» AIM OF THE TASK
Which lines of the records below contain the string "databaseUser"? Report each of them.

(Records from a collection)
◇ ◇ ◇

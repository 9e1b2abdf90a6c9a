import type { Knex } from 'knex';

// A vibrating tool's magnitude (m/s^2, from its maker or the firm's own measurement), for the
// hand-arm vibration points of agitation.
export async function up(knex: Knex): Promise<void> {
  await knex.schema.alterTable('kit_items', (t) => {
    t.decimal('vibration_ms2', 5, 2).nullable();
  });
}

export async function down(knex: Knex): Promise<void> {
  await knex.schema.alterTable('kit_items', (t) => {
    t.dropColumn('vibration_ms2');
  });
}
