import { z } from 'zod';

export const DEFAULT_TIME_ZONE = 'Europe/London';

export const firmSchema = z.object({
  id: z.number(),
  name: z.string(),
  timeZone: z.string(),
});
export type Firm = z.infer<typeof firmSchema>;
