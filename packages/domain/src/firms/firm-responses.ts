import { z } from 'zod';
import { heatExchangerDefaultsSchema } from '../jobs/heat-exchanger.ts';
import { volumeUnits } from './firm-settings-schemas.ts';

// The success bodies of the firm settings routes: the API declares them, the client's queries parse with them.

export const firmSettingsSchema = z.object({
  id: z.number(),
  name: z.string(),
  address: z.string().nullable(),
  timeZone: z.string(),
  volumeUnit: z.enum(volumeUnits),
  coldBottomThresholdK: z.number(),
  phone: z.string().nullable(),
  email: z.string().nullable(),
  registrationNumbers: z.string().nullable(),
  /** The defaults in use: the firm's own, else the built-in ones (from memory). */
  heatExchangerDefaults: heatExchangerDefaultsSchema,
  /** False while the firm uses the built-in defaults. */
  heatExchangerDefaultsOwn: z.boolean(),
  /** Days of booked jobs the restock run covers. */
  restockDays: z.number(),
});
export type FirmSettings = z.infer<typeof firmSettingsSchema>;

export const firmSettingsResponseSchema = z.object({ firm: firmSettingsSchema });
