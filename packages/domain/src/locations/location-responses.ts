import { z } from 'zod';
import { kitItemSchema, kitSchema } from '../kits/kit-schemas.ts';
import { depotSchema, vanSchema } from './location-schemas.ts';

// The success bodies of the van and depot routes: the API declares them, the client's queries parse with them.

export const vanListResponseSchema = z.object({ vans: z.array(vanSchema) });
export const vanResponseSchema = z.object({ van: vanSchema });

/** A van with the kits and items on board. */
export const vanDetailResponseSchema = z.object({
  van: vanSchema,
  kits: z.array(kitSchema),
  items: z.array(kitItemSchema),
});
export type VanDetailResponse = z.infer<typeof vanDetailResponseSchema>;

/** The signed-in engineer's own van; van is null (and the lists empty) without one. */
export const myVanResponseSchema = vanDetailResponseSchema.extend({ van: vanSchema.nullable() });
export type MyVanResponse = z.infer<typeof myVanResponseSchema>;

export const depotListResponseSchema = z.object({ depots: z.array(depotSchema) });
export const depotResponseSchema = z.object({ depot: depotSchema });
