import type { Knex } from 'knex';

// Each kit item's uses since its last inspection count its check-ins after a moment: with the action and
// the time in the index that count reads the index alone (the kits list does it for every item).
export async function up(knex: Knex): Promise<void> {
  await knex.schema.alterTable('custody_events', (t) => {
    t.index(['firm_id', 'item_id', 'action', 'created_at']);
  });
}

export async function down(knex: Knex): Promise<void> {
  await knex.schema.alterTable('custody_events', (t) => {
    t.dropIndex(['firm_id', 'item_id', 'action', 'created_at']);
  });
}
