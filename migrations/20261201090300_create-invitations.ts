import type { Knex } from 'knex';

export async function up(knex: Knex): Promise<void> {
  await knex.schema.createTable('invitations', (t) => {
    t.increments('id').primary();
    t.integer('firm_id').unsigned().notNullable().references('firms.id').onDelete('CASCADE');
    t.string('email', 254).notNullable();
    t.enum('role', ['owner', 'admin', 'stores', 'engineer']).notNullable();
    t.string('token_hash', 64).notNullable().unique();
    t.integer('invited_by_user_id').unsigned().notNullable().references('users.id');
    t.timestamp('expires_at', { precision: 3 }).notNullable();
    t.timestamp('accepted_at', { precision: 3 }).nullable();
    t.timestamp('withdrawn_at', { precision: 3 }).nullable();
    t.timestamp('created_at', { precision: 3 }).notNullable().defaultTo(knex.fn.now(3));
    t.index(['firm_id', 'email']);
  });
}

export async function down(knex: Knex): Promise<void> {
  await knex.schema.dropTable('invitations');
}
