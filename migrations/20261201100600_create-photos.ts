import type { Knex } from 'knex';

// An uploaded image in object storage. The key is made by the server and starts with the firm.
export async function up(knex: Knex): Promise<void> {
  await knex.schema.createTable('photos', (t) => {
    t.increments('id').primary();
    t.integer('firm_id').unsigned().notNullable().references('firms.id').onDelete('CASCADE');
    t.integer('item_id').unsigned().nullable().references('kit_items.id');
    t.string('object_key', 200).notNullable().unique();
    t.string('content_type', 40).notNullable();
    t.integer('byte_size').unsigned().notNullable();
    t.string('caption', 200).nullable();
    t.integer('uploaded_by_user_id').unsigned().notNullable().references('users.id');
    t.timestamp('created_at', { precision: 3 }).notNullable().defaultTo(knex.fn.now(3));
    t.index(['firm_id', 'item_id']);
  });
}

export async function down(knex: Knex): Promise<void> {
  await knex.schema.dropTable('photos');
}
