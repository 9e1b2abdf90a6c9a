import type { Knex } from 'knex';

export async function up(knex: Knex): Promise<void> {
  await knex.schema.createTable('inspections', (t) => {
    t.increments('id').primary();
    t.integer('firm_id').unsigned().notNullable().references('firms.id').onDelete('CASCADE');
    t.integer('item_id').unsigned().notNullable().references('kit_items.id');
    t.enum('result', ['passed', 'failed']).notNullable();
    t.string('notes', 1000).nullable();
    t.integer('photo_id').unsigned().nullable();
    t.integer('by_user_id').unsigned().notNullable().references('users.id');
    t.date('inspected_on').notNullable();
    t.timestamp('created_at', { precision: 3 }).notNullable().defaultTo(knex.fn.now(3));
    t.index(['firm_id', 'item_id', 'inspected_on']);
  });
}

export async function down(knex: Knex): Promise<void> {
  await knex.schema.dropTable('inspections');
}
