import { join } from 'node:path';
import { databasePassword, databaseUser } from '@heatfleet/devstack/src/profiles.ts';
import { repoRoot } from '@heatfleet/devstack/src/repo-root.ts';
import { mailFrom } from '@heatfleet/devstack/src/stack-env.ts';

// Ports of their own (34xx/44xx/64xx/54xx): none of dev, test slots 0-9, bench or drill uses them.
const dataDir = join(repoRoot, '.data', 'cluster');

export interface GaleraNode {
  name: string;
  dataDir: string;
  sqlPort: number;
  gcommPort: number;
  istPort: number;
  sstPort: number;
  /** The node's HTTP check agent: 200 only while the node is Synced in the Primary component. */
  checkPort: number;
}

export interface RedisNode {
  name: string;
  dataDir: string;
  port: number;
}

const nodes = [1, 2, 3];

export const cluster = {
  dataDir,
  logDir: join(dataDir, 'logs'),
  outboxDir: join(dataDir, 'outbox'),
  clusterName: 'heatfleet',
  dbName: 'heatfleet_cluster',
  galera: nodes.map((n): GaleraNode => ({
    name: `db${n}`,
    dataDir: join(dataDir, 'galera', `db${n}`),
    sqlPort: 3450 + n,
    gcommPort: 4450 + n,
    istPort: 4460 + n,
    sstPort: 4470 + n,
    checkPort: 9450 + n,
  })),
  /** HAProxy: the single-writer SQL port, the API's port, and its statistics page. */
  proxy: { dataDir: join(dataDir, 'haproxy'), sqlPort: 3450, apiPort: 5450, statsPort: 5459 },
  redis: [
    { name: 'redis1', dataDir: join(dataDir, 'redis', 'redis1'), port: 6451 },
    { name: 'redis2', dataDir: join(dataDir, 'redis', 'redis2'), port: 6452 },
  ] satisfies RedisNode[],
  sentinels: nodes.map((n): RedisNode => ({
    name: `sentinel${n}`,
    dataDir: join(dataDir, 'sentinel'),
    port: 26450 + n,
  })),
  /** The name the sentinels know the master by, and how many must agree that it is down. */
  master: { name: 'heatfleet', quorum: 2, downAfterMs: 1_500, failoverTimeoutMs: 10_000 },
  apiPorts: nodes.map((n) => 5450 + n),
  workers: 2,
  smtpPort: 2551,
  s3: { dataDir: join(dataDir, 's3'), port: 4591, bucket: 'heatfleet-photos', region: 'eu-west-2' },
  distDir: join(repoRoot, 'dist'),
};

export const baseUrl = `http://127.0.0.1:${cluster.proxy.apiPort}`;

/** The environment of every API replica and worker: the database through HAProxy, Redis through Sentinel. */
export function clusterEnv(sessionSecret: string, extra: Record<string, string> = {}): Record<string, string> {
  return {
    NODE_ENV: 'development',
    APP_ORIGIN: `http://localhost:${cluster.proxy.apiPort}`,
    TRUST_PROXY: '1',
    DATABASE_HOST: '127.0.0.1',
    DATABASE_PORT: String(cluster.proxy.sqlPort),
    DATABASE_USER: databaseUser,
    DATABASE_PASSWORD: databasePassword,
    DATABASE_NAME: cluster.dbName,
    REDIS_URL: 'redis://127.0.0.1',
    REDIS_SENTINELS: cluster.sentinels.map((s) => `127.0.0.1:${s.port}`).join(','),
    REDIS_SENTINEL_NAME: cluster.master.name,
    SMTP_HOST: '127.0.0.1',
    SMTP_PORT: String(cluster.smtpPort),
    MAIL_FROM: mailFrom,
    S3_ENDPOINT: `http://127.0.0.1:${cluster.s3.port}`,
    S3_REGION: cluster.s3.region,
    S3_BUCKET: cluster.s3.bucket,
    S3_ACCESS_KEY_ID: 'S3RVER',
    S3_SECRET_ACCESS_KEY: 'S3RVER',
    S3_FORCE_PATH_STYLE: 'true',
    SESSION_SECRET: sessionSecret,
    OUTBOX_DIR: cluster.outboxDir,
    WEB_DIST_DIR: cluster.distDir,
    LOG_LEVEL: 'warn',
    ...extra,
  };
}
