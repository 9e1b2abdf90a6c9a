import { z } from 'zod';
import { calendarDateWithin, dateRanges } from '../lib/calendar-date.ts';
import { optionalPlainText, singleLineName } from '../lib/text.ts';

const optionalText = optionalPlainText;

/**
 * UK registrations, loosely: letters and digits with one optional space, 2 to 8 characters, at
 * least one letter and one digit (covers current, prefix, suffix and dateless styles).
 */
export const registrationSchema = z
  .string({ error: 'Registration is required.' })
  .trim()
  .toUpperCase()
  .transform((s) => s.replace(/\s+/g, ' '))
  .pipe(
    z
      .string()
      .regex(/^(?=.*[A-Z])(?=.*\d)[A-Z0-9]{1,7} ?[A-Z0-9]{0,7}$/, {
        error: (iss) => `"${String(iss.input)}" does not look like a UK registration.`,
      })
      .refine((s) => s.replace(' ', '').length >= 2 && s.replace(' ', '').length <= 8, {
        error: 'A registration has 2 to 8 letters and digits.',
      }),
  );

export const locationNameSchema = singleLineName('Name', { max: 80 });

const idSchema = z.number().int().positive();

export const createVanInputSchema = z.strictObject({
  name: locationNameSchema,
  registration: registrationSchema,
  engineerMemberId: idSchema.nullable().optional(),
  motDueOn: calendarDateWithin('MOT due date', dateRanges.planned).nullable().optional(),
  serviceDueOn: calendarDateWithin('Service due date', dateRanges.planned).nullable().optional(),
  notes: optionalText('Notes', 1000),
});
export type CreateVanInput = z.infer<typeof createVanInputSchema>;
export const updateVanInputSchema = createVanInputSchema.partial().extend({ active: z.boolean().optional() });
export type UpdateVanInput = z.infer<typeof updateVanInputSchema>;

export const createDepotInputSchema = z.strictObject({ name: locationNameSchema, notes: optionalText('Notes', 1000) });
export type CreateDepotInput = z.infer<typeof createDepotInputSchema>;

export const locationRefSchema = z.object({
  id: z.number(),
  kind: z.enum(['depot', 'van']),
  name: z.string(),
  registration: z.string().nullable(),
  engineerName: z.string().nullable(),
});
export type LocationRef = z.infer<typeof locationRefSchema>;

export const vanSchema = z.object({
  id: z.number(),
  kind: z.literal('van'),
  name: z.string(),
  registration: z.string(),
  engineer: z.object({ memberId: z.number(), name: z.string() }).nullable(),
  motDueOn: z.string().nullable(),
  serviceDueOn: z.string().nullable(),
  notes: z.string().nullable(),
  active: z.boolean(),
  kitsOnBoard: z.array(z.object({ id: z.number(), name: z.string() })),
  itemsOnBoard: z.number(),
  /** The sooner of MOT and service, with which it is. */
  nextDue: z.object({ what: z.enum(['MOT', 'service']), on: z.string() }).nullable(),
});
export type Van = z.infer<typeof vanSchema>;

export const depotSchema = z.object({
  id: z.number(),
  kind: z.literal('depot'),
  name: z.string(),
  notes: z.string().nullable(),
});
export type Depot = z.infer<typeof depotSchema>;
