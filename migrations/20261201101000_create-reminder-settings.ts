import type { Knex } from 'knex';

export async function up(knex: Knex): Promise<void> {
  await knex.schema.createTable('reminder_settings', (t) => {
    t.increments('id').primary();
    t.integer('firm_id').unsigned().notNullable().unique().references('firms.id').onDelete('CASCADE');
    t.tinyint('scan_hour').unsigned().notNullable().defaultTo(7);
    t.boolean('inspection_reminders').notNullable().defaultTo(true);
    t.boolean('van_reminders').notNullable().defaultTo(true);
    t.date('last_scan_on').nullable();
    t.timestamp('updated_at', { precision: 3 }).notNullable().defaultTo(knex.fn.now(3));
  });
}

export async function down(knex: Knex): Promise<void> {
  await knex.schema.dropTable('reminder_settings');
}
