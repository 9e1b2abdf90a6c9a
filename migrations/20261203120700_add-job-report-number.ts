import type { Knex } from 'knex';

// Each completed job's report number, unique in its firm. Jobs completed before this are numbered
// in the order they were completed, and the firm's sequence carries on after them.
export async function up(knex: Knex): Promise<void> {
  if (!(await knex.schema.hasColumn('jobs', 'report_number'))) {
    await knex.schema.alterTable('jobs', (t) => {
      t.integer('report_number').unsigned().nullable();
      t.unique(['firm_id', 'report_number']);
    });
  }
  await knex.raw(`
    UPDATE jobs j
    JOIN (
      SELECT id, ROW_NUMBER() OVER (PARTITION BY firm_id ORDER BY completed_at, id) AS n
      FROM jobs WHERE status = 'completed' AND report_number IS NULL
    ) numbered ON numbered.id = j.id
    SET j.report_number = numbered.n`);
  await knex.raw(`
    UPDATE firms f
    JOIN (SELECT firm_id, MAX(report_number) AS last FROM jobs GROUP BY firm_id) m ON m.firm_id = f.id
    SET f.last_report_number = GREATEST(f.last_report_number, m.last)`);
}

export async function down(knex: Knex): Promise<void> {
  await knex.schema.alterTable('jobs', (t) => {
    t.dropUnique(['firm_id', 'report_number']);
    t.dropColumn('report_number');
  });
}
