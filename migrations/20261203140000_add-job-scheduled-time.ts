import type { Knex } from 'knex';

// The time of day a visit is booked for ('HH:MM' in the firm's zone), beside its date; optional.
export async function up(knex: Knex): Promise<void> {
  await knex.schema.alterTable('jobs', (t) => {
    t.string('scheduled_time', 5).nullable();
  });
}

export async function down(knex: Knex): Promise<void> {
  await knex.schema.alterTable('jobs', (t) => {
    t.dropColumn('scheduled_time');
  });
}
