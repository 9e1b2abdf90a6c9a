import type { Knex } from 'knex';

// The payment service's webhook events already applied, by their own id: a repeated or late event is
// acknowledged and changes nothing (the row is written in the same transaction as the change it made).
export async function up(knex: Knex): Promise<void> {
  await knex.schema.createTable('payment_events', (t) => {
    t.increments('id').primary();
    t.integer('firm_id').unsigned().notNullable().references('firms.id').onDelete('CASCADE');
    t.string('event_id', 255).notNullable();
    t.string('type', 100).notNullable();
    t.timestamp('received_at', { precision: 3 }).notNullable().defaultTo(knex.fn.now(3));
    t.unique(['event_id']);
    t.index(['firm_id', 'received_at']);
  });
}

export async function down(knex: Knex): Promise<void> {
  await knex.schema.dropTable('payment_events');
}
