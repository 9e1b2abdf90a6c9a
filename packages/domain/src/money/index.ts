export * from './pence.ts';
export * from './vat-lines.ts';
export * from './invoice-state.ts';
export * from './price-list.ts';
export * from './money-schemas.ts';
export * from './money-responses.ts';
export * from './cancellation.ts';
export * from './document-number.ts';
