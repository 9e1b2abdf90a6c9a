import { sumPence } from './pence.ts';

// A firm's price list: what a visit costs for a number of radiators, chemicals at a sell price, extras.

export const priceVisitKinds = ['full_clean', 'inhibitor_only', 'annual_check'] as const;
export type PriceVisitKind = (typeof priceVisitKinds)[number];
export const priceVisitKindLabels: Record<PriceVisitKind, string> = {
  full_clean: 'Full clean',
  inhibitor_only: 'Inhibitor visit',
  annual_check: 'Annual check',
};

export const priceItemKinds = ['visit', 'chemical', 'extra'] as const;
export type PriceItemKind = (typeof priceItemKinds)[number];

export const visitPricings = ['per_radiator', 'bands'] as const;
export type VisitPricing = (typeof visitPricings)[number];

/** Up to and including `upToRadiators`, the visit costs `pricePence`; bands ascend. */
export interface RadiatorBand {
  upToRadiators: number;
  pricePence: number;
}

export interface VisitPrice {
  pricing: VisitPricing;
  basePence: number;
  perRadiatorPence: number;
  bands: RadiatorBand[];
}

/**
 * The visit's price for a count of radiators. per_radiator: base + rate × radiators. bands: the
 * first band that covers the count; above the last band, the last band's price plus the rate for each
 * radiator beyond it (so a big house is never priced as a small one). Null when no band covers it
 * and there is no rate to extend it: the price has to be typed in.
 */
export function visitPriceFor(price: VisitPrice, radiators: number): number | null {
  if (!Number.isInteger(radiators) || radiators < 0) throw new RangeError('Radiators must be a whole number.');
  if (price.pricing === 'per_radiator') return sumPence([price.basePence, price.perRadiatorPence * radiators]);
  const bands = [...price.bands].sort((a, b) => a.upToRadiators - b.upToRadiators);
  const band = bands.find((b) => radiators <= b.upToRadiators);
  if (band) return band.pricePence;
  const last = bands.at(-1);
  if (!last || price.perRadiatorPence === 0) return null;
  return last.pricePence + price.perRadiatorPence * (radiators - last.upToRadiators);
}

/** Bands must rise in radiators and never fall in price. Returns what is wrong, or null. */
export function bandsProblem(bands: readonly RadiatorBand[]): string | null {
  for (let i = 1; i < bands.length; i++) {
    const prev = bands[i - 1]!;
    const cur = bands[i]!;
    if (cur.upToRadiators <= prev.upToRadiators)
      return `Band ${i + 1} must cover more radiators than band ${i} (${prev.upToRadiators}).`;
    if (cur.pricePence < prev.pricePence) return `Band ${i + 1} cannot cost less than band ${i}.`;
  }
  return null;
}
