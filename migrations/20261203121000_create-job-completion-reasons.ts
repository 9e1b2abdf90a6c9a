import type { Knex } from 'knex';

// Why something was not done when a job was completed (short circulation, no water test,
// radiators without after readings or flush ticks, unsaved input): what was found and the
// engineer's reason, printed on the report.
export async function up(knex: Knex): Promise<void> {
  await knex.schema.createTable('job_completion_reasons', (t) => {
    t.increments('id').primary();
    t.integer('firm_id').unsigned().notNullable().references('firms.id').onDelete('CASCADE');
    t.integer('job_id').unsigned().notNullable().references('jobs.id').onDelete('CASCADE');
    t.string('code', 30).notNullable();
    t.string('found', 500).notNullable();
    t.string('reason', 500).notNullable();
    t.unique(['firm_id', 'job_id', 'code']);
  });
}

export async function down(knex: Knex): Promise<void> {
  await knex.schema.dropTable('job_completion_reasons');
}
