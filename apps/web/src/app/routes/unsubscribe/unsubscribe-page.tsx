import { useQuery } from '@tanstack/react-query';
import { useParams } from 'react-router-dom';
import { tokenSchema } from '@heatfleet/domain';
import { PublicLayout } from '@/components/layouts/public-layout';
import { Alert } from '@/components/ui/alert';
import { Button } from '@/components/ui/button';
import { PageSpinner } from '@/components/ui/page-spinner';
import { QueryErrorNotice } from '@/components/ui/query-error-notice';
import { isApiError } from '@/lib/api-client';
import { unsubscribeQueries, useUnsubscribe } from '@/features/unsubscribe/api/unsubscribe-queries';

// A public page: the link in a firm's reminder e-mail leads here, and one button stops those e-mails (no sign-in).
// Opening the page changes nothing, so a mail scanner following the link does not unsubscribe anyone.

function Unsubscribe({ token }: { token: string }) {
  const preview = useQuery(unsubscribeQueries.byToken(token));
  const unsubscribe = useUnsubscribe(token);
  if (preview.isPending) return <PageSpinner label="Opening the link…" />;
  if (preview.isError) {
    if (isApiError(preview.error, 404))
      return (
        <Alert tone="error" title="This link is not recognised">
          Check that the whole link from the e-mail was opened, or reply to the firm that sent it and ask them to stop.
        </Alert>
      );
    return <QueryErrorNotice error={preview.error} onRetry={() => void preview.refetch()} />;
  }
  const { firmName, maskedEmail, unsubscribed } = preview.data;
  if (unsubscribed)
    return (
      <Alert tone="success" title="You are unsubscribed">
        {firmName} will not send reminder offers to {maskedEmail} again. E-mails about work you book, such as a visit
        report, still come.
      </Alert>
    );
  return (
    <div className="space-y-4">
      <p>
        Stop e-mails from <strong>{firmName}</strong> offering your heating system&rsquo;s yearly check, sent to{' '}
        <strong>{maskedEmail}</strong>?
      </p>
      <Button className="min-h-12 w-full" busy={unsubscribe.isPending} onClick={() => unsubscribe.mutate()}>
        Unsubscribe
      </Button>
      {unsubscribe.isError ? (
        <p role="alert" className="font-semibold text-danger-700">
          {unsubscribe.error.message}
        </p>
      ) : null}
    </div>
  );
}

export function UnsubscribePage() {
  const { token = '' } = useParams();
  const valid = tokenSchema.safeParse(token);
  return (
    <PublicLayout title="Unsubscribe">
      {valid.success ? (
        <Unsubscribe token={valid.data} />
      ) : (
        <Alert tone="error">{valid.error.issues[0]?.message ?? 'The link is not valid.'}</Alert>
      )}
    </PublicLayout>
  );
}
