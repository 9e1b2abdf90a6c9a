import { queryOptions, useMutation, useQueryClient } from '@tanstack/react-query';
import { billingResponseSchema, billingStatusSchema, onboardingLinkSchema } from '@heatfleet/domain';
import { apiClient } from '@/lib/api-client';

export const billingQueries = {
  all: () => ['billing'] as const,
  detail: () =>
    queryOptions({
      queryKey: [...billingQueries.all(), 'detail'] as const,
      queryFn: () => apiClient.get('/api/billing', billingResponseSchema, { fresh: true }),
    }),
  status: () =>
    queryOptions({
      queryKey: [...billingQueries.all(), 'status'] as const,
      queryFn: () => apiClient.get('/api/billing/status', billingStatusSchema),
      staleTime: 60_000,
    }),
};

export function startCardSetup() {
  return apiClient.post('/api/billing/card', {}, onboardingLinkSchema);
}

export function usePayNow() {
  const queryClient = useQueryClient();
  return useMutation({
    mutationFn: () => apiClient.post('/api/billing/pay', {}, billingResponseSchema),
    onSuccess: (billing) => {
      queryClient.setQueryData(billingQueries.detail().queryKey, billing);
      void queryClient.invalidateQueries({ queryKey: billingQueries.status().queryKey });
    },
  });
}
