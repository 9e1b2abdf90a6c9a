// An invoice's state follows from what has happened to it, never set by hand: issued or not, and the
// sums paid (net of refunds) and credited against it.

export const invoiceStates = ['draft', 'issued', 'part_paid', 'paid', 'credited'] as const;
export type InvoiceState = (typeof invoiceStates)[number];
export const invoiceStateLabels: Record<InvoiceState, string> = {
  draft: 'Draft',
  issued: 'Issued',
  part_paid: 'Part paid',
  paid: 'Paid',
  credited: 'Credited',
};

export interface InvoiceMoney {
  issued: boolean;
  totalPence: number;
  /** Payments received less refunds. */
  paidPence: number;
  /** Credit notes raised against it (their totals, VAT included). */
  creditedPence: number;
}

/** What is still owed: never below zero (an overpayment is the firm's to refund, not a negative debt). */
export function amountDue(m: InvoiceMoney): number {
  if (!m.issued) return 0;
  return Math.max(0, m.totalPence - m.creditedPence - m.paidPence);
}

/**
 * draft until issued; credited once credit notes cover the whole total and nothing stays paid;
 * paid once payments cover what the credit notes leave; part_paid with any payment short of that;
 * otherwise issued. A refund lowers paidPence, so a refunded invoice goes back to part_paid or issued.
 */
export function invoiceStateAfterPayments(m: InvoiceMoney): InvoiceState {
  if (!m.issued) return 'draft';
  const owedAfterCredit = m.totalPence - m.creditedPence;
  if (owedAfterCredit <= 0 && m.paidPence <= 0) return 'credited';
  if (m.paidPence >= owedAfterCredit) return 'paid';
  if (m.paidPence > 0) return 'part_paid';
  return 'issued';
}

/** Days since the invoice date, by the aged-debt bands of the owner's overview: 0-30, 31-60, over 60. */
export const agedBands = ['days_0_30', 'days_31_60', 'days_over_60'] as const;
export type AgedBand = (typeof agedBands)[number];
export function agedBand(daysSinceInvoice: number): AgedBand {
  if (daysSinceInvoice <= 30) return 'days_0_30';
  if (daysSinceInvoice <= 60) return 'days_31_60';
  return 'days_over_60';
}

◇ ◇ ◇

» SOLUTION TO THIS PROBLEM
import { databasePassword, databaseUser } from '@heatfleet/devstack/src/profiles.ts';
    DATABASE_USER: databaseUser,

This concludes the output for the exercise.